1 Kasım 2014 Cumartesi

“Şerefsizlik yapıyorlarsa bu alçaklıktır” ne demektir?

Yazan: Şaman Bayyurt

Uyanın arkadaşlar, ülkeyi hala bunlar yönetiyor... TC'mizin bir bakanı nasıl böyle anlamsız cümleler kurabilir? Neden bizi bu cahiller yönetiyor? 9 ayda 1400'ün üstünde işlenen iş cinayetleri bu adamı nasıl oluyor da koltuğunda 5 cm kadar bile kıpırdatamıyor? 

Çalışma Bakanı Faruk Çelik: “Bu acı çekilecek gibi değil. Ocağı kapatacağımız zaman işveren 50 kişiyi devreye sokuyor. " Kim bu bakanın da üstünde olan 50 kişi? Hani hiyerarşiye bakarsak bakanın üstünde önce başbakan ardından da cumhurbaşkanı var. Tamam ikisini bulduk ama kalan 48 kişi kim? Nasıl oluyor da bakanın emirlerini geçersiz kılabiliyorlar? 

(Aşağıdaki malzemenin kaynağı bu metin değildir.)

def _read_prior(path, model_cls, table, index):
    where = f"[[free]] {index + 1}"
    if not isinstance(table, dict):
        _fail(path, f"{where} must be a table with key and prior")
    for k in table:
        if k not in FREE_KEYS:
            _fail(path, f"{where}: unknown key \"{k}\"{nearest(k, FREE_KEYS)}; it takes "
                        f"{', '.join(FREE_KEYS)}")
    key = table.get("key")
    if not isinstance(key, str):
        _fail(path, f"{where}: key = \"a dotted model key\" is missing, e.g. "
                    f"key = \"star.luminosity\"")
    where = f"[[free]] {key}"
    try:
        reader, cgs_unit = _axis_spec(model_cls, key, f"{path} {where}")
    except ModelError as error:  # the sweeps' check, in a fit's words
        raise ModelError(str(error).replace("axis key", "free key").replace(
            "sweep numeric keys only", "only numeric keys can be free")) from None
    kind = table.get("prior")
    if kind not in PRIORS:
        _fail(path, f"{where}: prior = {kind!r} is not known{nearest(str(kind), PRIORS)}; "
                    f"choose one of {', '.join(PRIORS)}")
    needed = PRIOR_NUMBERS[kind]
    for k in ("lower", "upper", "mean", "sigma"):
        if k in needed and k not in table:
            _fail(path, f"{where}: a {kind} prior needs {', '.join(needed)}; {k} is missing")
        if k not in needed and k in table:
            _fail(path, f"{where}: a {kind} prior takes {', '.join(needed)}, not {k}")
    unit = None
    numbers = {}
    for k in needed:  # file order of PRIOR_NUMBERS: the first number's unit is the fit's
        value = table[k]
        try:
            checked = reader(value) if k != "sigma" else None
        except ModelError as error:
            _fail(path, f"{where} {k}: {error}")
        if cgs_unit is None:  # dimensionless
            if isinstance(value, bool) or not isinstance(value, (int, float)):
                _fail(path, f"{where}: {k} = {value!r}: a plain number (the key has no unit)")
            numbers[k] = float(value)
            continue
        if k == "sigma":
            from .._units import to_quantity
            try:
                checked = to_quantity(value, cgs_unit, f"{where} sigma", convert=False)
            except ModelError as error:
                _fail(path, str(error))
        if unit is None:
            unit = checked.unit
        numbers[k] = float(checked.to_value(unit))
    for k, x in numbers.items():
        if not math.isfinite(x):
            _fail(path, f"{where}: {k} must be finite")
    lo, hi = numbers.get("lower", -math.inf), numbers.get("upper", math.inf)
    if not lo < hi:
        _fail(path, f"{where}: lower must be below upper")
    if kind == "log-uniform" and not lo > 0:
        _fail(path, f"{where}: a log-uniform prior needs lower > 0")
    if "sigma" in numbers and not numbers["sigma"] > 0:
        _fail(path, f"{where}: sigma must be positive")
    if kind == "truncated-normal" and not (lo - 5 * numbers["sigma"] < numbers["mean"]
                                           < hi + 5 * numbers["sigma"]):
        _fail(path, f"{where}: the mean lies more than 5 sigma outside [lower, upper]")
    return Prior(key, kind, "" if unit is None else unit.to_string(), lo, hi,
                 numbers.get("mean", math.nan), numbers.get("sigma", math.nan))
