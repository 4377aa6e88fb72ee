"""Timing helper shared by the benchmark scripts (run from this folder's parent)."""

import statistics
import time


def median_ms(fn, n):
    """Median wall time of ``fn()`` over ``n`` calls [ms], and its last result."""
    times = []
    out = None
    for _ in range(n):
        t0 = time.perf_counter()
        out = fn()
        times.append(time.perf_counter() - t0)
    return 1e3 * statistics.median(times), out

Çalışma Bakanı Faruk Çelik: "İşverenler ‘İşçiye 3 kuruş ödeyeceğiz’ diye işçiden 5 kuruşu kesiyor. Biz o parayı kesilsin diye vermedik. Buradaki talihsizlik yasanın yeni yürürlüğe girmesi. " Madenciliğe sübvansiyon verdiklerini söylüyor, köle pazarını desteklediklerini söylüyor, hatta o katillere verilen desteğin bizim cebimizden çıktığını söylüyor. Bu paranın nereye gittiğini bakanlık kontrol etmeyecekse kim edecek? Biz mi kontrol edeceğiz yoksa madendeki ekmek savaşçısı mı? 

Çalışma Bakanı Faruk Çelik: "Sorumluluk hepimizde can önemliyse kapatırız. Ancak ‘Tehlike geliyor’ diyecek olan buradakilerdir. " Arkadaşlar, akape çığırtkanları, Romalılar, her neyseniz işte; TC'mizin bir bakanı nasıl "can önemliyse" diyebilir? Bilmez mi ki can herkesin en önemlisidir? Kendi canı önemsiz midir? Tehlike geliyor diyecek olanlar neden işçiler oluyor? Tema defalarca demiş, CHP defalarca soru önergesi verdi, hainler oy birliğiyle önergelerin okunmasını bile reddetti. Tehlike geliyor diyerek bakanın kafasına balyozla mı vurulmalı ki anlasın? Kaldı ki sorumluluk hepimizde derken umarım kendi partidaşlarını kast ediyordur, evet sorumluluk hepsinde. Aslında doğru bir miktar da bu cühelaya oyunu kanlı kömür karşılığı satan onlardan daha cühela olanda. Hepimize hala ulaşamıyorum yine de...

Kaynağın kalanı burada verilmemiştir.